Data entries:
=-=-=-=-=

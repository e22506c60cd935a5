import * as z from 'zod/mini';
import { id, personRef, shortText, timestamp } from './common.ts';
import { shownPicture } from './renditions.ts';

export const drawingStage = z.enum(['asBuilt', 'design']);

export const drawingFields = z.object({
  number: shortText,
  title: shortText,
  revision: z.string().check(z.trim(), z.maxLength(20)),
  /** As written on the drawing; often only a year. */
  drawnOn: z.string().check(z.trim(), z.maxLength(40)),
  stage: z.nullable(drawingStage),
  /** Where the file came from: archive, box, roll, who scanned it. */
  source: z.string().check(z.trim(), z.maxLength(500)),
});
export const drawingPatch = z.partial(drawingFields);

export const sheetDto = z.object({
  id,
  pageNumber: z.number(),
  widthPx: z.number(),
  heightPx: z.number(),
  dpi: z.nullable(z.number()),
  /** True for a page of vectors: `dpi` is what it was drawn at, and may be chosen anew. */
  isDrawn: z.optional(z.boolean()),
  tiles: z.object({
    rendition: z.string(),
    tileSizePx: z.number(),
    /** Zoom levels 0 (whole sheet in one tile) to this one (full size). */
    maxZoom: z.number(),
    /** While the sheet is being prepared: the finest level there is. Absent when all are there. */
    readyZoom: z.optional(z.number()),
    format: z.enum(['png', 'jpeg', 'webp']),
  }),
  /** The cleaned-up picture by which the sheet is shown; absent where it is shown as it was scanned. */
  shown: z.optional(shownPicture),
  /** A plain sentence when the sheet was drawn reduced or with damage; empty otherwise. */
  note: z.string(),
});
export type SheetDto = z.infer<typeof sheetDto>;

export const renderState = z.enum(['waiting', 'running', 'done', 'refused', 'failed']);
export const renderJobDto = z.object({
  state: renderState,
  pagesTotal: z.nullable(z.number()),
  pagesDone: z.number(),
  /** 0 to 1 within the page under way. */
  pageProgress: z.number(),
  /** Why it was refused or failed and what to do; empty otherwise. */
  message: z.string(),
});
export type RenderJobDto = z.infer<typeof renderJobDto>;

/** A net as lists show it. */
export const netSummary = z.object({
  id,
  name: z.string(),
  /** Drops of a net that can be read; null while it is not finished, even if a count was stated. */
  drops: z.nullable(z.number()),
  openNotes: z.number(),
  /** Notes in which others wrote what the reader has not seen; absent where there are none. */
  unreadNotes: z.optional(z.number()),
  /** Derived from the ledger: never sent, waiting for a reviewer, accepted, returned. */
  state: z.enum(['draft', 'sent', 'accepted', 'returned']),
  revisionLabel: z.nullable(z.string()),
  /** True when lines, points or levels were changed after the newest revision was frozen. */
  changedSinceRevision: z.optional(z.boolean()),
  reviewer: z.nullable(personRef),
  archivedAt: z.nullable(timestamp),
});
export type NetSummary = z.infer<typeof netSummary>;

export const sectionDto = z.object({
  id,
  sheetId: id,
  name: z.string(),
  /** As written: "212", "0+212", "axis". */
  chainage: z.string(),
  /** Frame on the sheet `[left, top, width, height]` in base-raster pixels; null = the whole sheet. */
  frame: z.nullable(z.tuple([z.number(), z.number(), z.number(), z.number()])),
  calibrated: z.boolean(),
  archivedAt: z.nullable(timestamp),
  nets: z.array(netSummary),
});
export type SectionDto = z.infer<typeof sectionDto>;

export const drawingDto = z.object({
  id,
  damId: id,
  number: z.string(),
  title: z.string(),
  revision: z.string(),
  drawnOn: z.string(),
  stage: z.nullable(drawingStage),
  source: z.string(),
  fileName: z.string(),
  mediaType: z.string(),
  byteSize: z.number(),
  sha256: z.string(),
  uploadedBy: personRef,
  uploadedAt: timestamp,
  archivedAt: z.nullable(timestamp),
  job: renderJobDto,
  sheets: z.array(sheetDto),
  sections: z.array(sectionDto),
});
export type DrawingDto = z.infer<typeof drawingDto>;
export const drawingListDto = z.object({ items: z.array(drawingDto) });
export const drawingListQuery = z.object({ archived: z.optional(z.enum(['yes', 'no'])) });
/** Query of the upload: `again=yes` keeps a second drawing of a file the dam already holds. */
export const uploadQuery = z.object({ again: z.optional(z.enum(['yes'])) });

=-=-=-=-=

▶ [Assignment]:
Write the entries out once more, exactly, without dropping a line.

▶ [Written response]:
repository e22506c60cd935a5
import * as z from 'zod/mini';
import { id, personRef, shortText, timestamp } from './common.ts';
import { shownPicture } from './renditions.ts';

export const drawingStage = z.enum(['asBuilt', 'design']);

export const drawingFields = z.object({
  number: shortText,
  title: shortText,
  revision: z.string().check(z.trim(), z.maxLength(20)),
  /** As written on the drawing; often only a year. */
  drawnOn: z.string().check(z.trim(), z.maxLength(40)),
  stage: z.nullable(drawingStage),
  /** Where the file came from: archive, box, roll, who scanned it. */
  source: z.string().check(z.trim(), z.maxLength(500)),
});
export const drawingPatch = z.partial(drawingFields);

export const sheetDto = z.object({
  id,
  pageNumber: z.number(),
  widthPx: z.number(),
  heightPx: z.number(),
  dpi: z.nullable(z.number()),
  /** True for a page of vectors: `dpi` is what it was drawn at, and may be chosen anew. */
  isDrawn: z.optional(z.boolean()),
  tiles: z.object({
    rendition: z.string(),
    tileSizePx: z.number(),
    /** Zoom levels 0 (whole sheet in one tile) to this one (full size). */
    maxZoom: z.number(),
    /** While the sheet is being prepared: the finest level there is. Absent when all are there. */
    readyZoom: z.optional(z.number()),
    format: z.enum(['png', 'jpeg', 'webp']),
  }),
  /** The cleaned-up picture by which the sheet is shown; absent where it is shown as it was scanned. */
  shown: z.optional(shownPicture),
  /** A plain sentence when the sheet was drawn reduced or with damage; empty otherwise. */
  note: z.string(),
});
export type SheetDto = z.infer<typeof sheetDto>;

export const renderState = z.enum(['waiting', 'running', 'done', 'refused', 'failed']);
export const renderJobDto = z.object({
  state: renderState,
  pagesTotal: z.nullable(z.number()),
  pagesDone: z.number(),
  /** 0 to 1 within the page under way. */
  pageProgress: z.number(),
  /** Why it was refused or failed and what to do; empty otherwise. */
  message: z.string(),
});
export type RenderJobDto = z.infer<typeof renderJobDto>;

/** A net as lists show it. */
export const netSummary = z.object({
  id,
  name: z.string(),
  /** Drops of a net that can be read; null while it is not finished, even if a count was stated. */
  drops: z.nullable(z.number()),
  openNotes: z.number(),
  /** Notes in which others wrote what the reader has not seen; absent where there are none. */
  unreadNotes: z.optional(z.number()),
  /** Derived from the ledger: never sent, waiting for a reviewer, accepted, returned. */
  state: z.enum(['draft', 'sent', 'accepted', 'returned']),
  revisionLabel: z.nullable(z.string()),
  /** True when lines, points or levels were changed after the newest revision was frozen. */
  changedSinceRevision: z.optional(z.boolean()),
  reviewer: z.nullable(personRef),
  archivedAt: z.nullable(timestamp),
});
export type NetSummary = z.infer<typeof netSummary>;

export const sectionDto = z.object({
  id,
  sheetId: id,
  name: z.string(),
  /** As written: "212", "0+212", "axis". */
  chainage: z.string(),
  /** Frame on the sheet `[left, top, width, height]` in base-raster pixels; null = the whole sheet. */
  frame: z.nullable(z.tuple([z.number(), z.number(), z.number(), z.number()])),
  calibrated: z.boolean(),
  archivedAt: z.nullable(timestamp),
  nets: z.array(netSummary),
});
export type SectionDto = z.infer<typeof sectionDto>;

export const drawingDto = z.object({
  id,
  damId: id,
  number: z.string(),
  title: z.string(),
  revision: z.string(),
  drawnOn: z.string(),
  stage: z.nullable(drawingStage),
  source: z.string(),
  fileName: z.string(),
  mediaType: z.string(),
  byteSize: z.number(),
  sha256: z.string(),
  uploadedBy: personRef,
  uploadedAt: timestamp,
  archivedAt: z.nullable(timestamp),
  job: renderJobDto,
  sheets: z.array(sheetDto),
  sections: z.array(sectionDto),
});
export type DrawingDto = z.infer<typeof drawingDto>;
export const drawingListDto = z.object({ items: z.array(drawingDto) });
export const drawingListQuery = z.object({ archived: z.optional(z.enum(['yes', 'no'])) });
/** Query of the upload: `again=yes` keeps a second drawing of a file the dam already holds. */
export const uploadQuery = z.object({ again: z.optional(z.enum(['yes'])) });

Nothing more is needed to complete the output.